Machine learning algorithms go to work “studying” this material related to what their ultimate job will be. If the job involves detecting diseases, the data will include reams of information that provide background on the common characteristics of a particular disease and, just as importantly, clues for ruling out others.
Additionally, the machine has to be trained in the proper way to interact with humans, both the ones doing the training and those it will come into contact with (such as customers or clients) during the course of going about its duties. For example, the Microsoft personal assistant known as Cortana was trained into its personality (confident, helpful, but not bossy) through endless interactions with a novelist, a playwright, and a poet.
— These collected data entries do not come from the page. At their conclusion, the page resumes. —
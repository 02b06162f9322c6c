//! One orifice: whether it may feed a setting, the IP, and all that follows from it.

use super::depth::left_at;
use super::fitting_diameter::{allowed, shortfall_of_leanest};
use super::injection::Feed;
use super::search::{Divisions, SPAN_TOLERANCE_BAR, outside_span, range_of_span};
use super::{
    Against, AtIp, DepthLimits, Described, Drift, ExpectedReading, FirstStageKind, FittingDiameter, Judged,
    LARGEST_SHORTFALL, OrificeInput, OrificeSetting, Patency, RestingUptake, SettingError, SettingOptions,
    Standing, Used, Warning, WhyNot,
};
use crate::bench::choke::Origin;

/// Most rows of the table over IP.
const MOST_ROWS: i64 = 40;

/// One orifice with all that is asked of it.
pub(super) struct Case<'a> {
    pub(super) orifice: &'a OrificeInput,
    pub(super) options: &'a SettingOptions,
    pub(super) used: &'a Used,
    pub(super) despite: Option<&'a str>,
}

impl Case<'_> {
    pub(super) fn work(&self, uptake: &RestingUptake) -> Result<OrificeSetting, SettingError> {
        let (orifice, used) = (self.orifice, self.used);
        let mut warnings = Vec::new();
        if let Err(why) = self.standing(&mut warnings) {
            return Ok(self.refused(why, warnings));
        }
        if orifice.line.slope <= 0.0 || orifice.line.slope.is_nan() {
            return Ok(self.refused(WhyNot::LineDoesNotRise, warnings));
        }
        let feed = Feed::new(used, &orifice.line, &orifice.choke, uptake);
        let judged = self.options.judge.map(|ip| self.judge(&feed, ip.as_bar())).transpose()?;
        let answer = self.find(&feed, &mut warnings).map(|ip| self.describe(&feed, ip));
        let shown = answer.as_ref().ok().or(judged.as_ref().map(|j| &j.described));
        if let Some(described) = shown {
            self.warn(&feed, described, &mut warnings);
        }
        Ok(OrificeSetting {
            orifice: orifice.id.clone(),
            effective_diameter_um: orifice.effective_diameter_um,
            never_exceed_ip_bar_gauge: self.never_exceed(&feed),
            table: self.table(&feed, answer.as_ref().ok().map(|d| d.at.ip_bar_gauge)),
            answer,
            judged,
            warnings,
        })
    }

    pub(super) fn refused(&self, why: WhyNot, warnings: Vec<Warning>) -> OrificeSetting {
        OrificeSetting {
            orifice: self.orifice.id.clone(),
            effective_diameter_um: self.orifice.effective_diameter_um,
            answer: Err(why),
            judged: None,
            never_exceed_ip_bar_gauge: None,
            table: Vec::new(),
            warnings,
        }
    }

    /// Whether the orifice may feed a setting at all.
    fn standing(&self, warnings: &mut Vec<Warning>) -> Result<(), WhyNot> {
        let why = self.despite.map(str::to_owned);
        match (self.orifice.standing, why.clone()) {
            (Standing::Accepted, _) => {}
            (Standing::NeverJudged, _) => warnings.push(Warning::NeverJudged),
            (Standing::Failed, Some(why)) => warnings.push(Warning::DespiteFailed { why }),
            (Standing::Failed, None) => return Err(WhyNot::Failed),
            (Standing::Undecided, Some(why)) => warnings.push(Warning::DespiteUndecided { why }),
            (Standing::Undecided, None) => return Err(WhyNot::Undecided),
        }
        match (self.orifice.overdue_since, why) {
            (None, _) => {}
            (Some(since), Some(why)) => warnings.push(Warning::DespiteOverdue { since, why }),
            (Some(since), None) => return Err(WhyNot::Overdue { since }),
        }
        Ok(())
    }

    /// Lowest and highest IP that can be set, bar gauge.
    fn range(&self) -> (f64, f64) {
        let (low, high) = self
            .used
            .ip_range_bar_gauge
            .unwrap_or_else(|| range_of_span(self.used, self.orifice.span_bar_abs));
        (low, self.used.max_ip_bar_gauge.map_or(high, |max| high.min(max)))
    }

    /// The IP to set, bar gauge.
    fn find(&self, feed: &Feed<'_>, warnings: &mut Vec<Warning>) -> Result<f64, WhyNot> {
        let (used, range) = (self.used, self.range());
        let divisions = Divisions(used.gauge_division_bar);
        let Some((first, last)) = divisions.within(range) else {
            return Err(WhyNot::NoDivisionInRange {
                range_bar_gauge: range,
                division_bar: used.gauge_division_bar,
            });
        };
        let fitting = || FittingDiameter::of(feed, self.orifice.effective_diameter_um, range);
        let Some(index) = divisions.largest((first, last), |ip| allowed(feed, ip)) else {
            let lowest = divisions.bar(first);
            return Err(WhyNot::NothingLowEnough {
                lowest_ip_bar_gauge: lowest,
                richest_l_min: feed.injected(lowest, used.held_at_m()).richest_l_min,
                chance: feed.chance(lowest, used.held_at_m()),
                fitting: fitting(),
            });
        };
        let ip = divisions.bar(index);
        let shortfall = shortfall_of_leanest(feed, ip);
        if shortfall > LARGEST_SHORTFALL {
            let found = fitting();
            // Where the range ends before the chance does, it is the hole that is too small.
            return Err(if index == last && found.is_some() {
                WhyNot::NothingHighEnough { highest_ip_bar_gauge: ip, shortfall, fitting: found }
            } else {
                WhyNot::ShortfallTooLarge { ip_bar_gauge: ip, shortfall, fitting: found }
            });
        }
        if let Some(needs_bar_abs) = outside_span(feed, ip, self.orifice.span_bar_abs) {
            return Err(WhyNot::OutsideSpan {
                ip_bar_gauge: ip,
                needs_bar_abs,
                span_bar_abs: self.orifice.span_bar_abs,
                fitting: fitting(),
            });
        }
        if index == last && allowed(feed, divisions.bar(index + 1)) {
            warnings.push(Warning::RangeLimits { highest_ip_bar_gauge: ip });
        }
        Ok(ip)
    }

    fn never_exceed(&self, feed: &Feed<'_>) -> Option<f64> {
        let used = self.used;
        let (low, high) = range_of_span(used, self.orifice.span_bar_abs);
        let top = (high + SPAN_TOLERANCE_BAR).min(used.max_ip_bar_gauge.unwrap_or(f64::INFINITY));
        let divisions = Divisions(used.gauge_division_bar);
        let within = divisions.within(((low - SPAN_TOLERANCE_BAR).max(0.0), top))?;
        divisions
            .largest(within, |ip| feed.chance(ip, used.held_at_m()) <= used.chance)
            .map(|index| divisions.bar(index))
    }

    fn judge(&self, feed: &Feed<'_>, ip: f64) -> Result<Judged, SettingError> {
        let used = self.used;
        if let Some(needs_bar_abs) = outside_span(feed, ip, self.orifice.span_bar_abs) {
            return Err(SettingError::IpOutsideSpan {
                orifice: self.orifice.id.as_str().to_owned(),
                ip_bar_gauge: ip,
                needs_bar_abs,
                span_bar_abs: self.orifice.span_bar_abs,
            });
        }
        let described = self.describe(feed, ip);
        let at = &described.at;
        let within = |(low, high): (f64, f64)| (low..=high).contains(&ip);
        let against = [
            (at.overfeed_chance > used.chance).then_some(Against::Overfeeds { chance: at.overfeed_chance }),
            (at.least_shortfall < used.shortfall)
                .then_some(Against::ShortfallTooSmall { shortfall: at.least_shortfall }),
            (at.largest_shortfall > LARGEST_SHORTFALL)
                .then_some(Against::ShortfallTooLarge { shortfall: at.largest_shortfall }),
            used.ip_range_bar_gauge
                .filter(|range| !within(*range))
                .map(|range_bar_gauge| Against::OutsideRange { range_bar_gauge }),
            used.max_ip_bar_gauge
                .filter(|max| ip > *max)
                .map(|max_ip_bar_gauge| Against::AboveMaximum { max_ip_bar_gauge }),
        ]
        .into_iter()
        .flatten()
        .collect();
        Ok(Judged { described, against })
    }

    fn at(&self, feed: &Feed<'_>, ip: f64) -> AtIp {
        let (held_m, uptake) = (self.used.held_at_m(), feed.uptake.uptake_l_min);
        let surface = feed.injected(ip, 0.0);
        let held = feed.injected(ip, held_m);
        AtIp {
            ip_bar_gauge: ip,
            p1_bar_abs: feed.p1_bar(ip, 0.0),
            surface,
            held,
            shortfall_l_min: uptake - surface.nominal_l_min,
            least_shortfall: 1.0 - held.richest_l_min / uptake,
            largest_shortfall: 1.0 - held.leanest_l_min / uptake,
            overfeed_chance: feed.chance(ip, held_m),
            drift: Drift::of(self.used, surface.nominal_l_min, uptake),
        }
    }

    fn describe(&self, feed: &Feed<'_>, ip: f64) -> Described {
        let at = self.at(feed, ip);
        let whole = at.surface.nominal_l_min / self.used.purity;
        let relative_u = at.surface.u_l_min / at.surface.nominal_l_min;
        Described {
            at,
            budget: feed.budget(ip, 0.0),
            depth: DepthLimits::of(feed, ip, self.orifice.choke.origin, self.orifice.span_bar_abs.1),
            patency: self
                .options
                .trapped
                .and_then(|t| Patency::of(t, self.used.contents_bar_gauge, whole, relative_u)),
            expected_reading: self
                .options
                .meter
                .as_ref()
                .and_then(|meter| ExpectedReading::of(feed, ip, meter, &self.orifice.id)),
        }
    }

    /// Rows on the divisions of the gauge, not too many, and the setting itself.
    fn table(&self, feed: &Feed<'_>, chosen: Option<f64>) -> Vec<AtIp> {
        let divisions = Divisions(self.used.gauge_division_bar);
        let Some((first, last)) = divisions.within(self.range()) else { return Vec::new() };
        let step = ((last - first) / MOST_ROWS + 1).max(1);
        let mut ips: Vec<f64> = (first..=last)
            .step_by(usize::try_from(step).unwrap_or(1))
            .map(|index| divisions.bar(index))
            .chain(chosen)
            .filter(|ip| outside_span(feed, *ip, self.orifice.span_bar_abs).is_none())
            .collect();
        ips.sort_by(f64::total_cmp);
        ips.dedup_by(|a, b| a.total_cmp(b).is_eq());
        ips.into_iter().map(|ip| self.at(feed, ip)).collect()
    }

    fn warn(&self, feed: &Feed<'_>, described: &Described, warnings: &mut Vec<Warning>) {
        let (used, at, depth) = (self.used, &described.at, &described.depth);
        if self.orifice.choke.origin == Origin::Bounded {
            warnings.push(Warning::ChokeRatioBounded);
        }
        if !self.orifice.choke.model_fits {
            warnings.push(Warning::ChokeModelFails);
        }
        let surface_bar = used.ambient_at(0.0);
        if depth.one_percent.is_some_and(|p| p.ambient_bar_abs < surface_bar) {
            warnings.push(Warning::NotChokedAtSurface);
        }
        if let Some(max_depth) = used.max_depth_m {
            match (depth.stops, depth.one_percent) {
                (Some(stops), _) if stops.depth_m <= max_depth => {
                    warnings.push(Warning::StopsAboveMaxDepth { stops_at_m: stops.depth_m });
                }
                (_, Some(one)) if one.depth_m < max_depth => warnings.push(Warning::DeeperThanConstant {
                    one_percent_at_m: one.depth_m,
                    left: left_at(feed, at.ip_bar_gauge, max_depth),
                }),
                _ => {}
            }
        }
        if used.first_stage == FirstStageKind::Compensated {
            let needs_bar_abs = feed.p1_bar(at.ip_bar_gauge, used.held_at_m());
            let highest_bar_abs = self.orifice.span_bar_abs.1;
            if needs_bar_abs > highest_bar_abs + SPAN_TOLERANCE_BAR {
                warnings.push(Warning::BeyondSpanAtDepth { needs_bar_abs, highest_bar_abs });
            }
            let shortfall = 1.0 - at.surface.leanest_l_min / feed.uptake.uptake_l_min;
            if shortfall > LARGEST_SHORTFALL {
                warnings.push(Warning::LeanAtSurface { shortfall });
            }
        }
        match (&self.options.meter, &described.expected_reading) {
            (Some(_), None) => warnings.push(Warning::MeterWithoutGasFactor),
            (_, Some(reading)) if reading.out_of_range => warnings.push(Warning::MeterOutOfRange),
            _ => {}
        }
    }
}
Task #3: Sustain Your Robot’s Work
As far back as 1940, renowned science fiction writer, Isaac Asimov, created a set of three rules he called the Laws of Robotics. The first states: “A robot may not injure a human being or, through inaction, allow a human being to come to harm.”
If we can set aside the fear that AI is rapidly becoming one of the greatest threats to online privacy through personal assistants like Alexa and the aforementioned Cortana, expect continued employment growth in the field of robot safety engineers, people who will be tasked with making sure the AI-powered workforce functions properly and safely.
Part of this job is to observe AI in action and try to prevent problems before they cause harm to people or property. We go back to our example above of an autonomous car that causes a fatal accident. Through careful observation of the real-world manifestation of the training process, such outcomes can probably never be prevented but at least minimized to the point that having a robot behind the wheel is statistically safer than a human driver.
In order to enjoy a fully beneficial and collaborative relationship with AI, companies are going to have to learn to do things differently and not just look at machines as an alternative workforce that doesn’t complain or take long lunches and sick days. Training a chatbot to provide better customer service is a different sort of beast – almost like working with a child.
Despite popular terminology, this new generation of machines isn’t smart. They are able to process immense amounts of inputted data, though, in a short period of time, and arrive at a conclusion that is supported by the preponderance of the evidence. This is a good thing for decision-makers who can overcome natural paranoia against the “new world order” and accept the reality that robots are simply a very, very useful tool, like a hammer or power saw. You don’t see carpenters turning up their noses at those.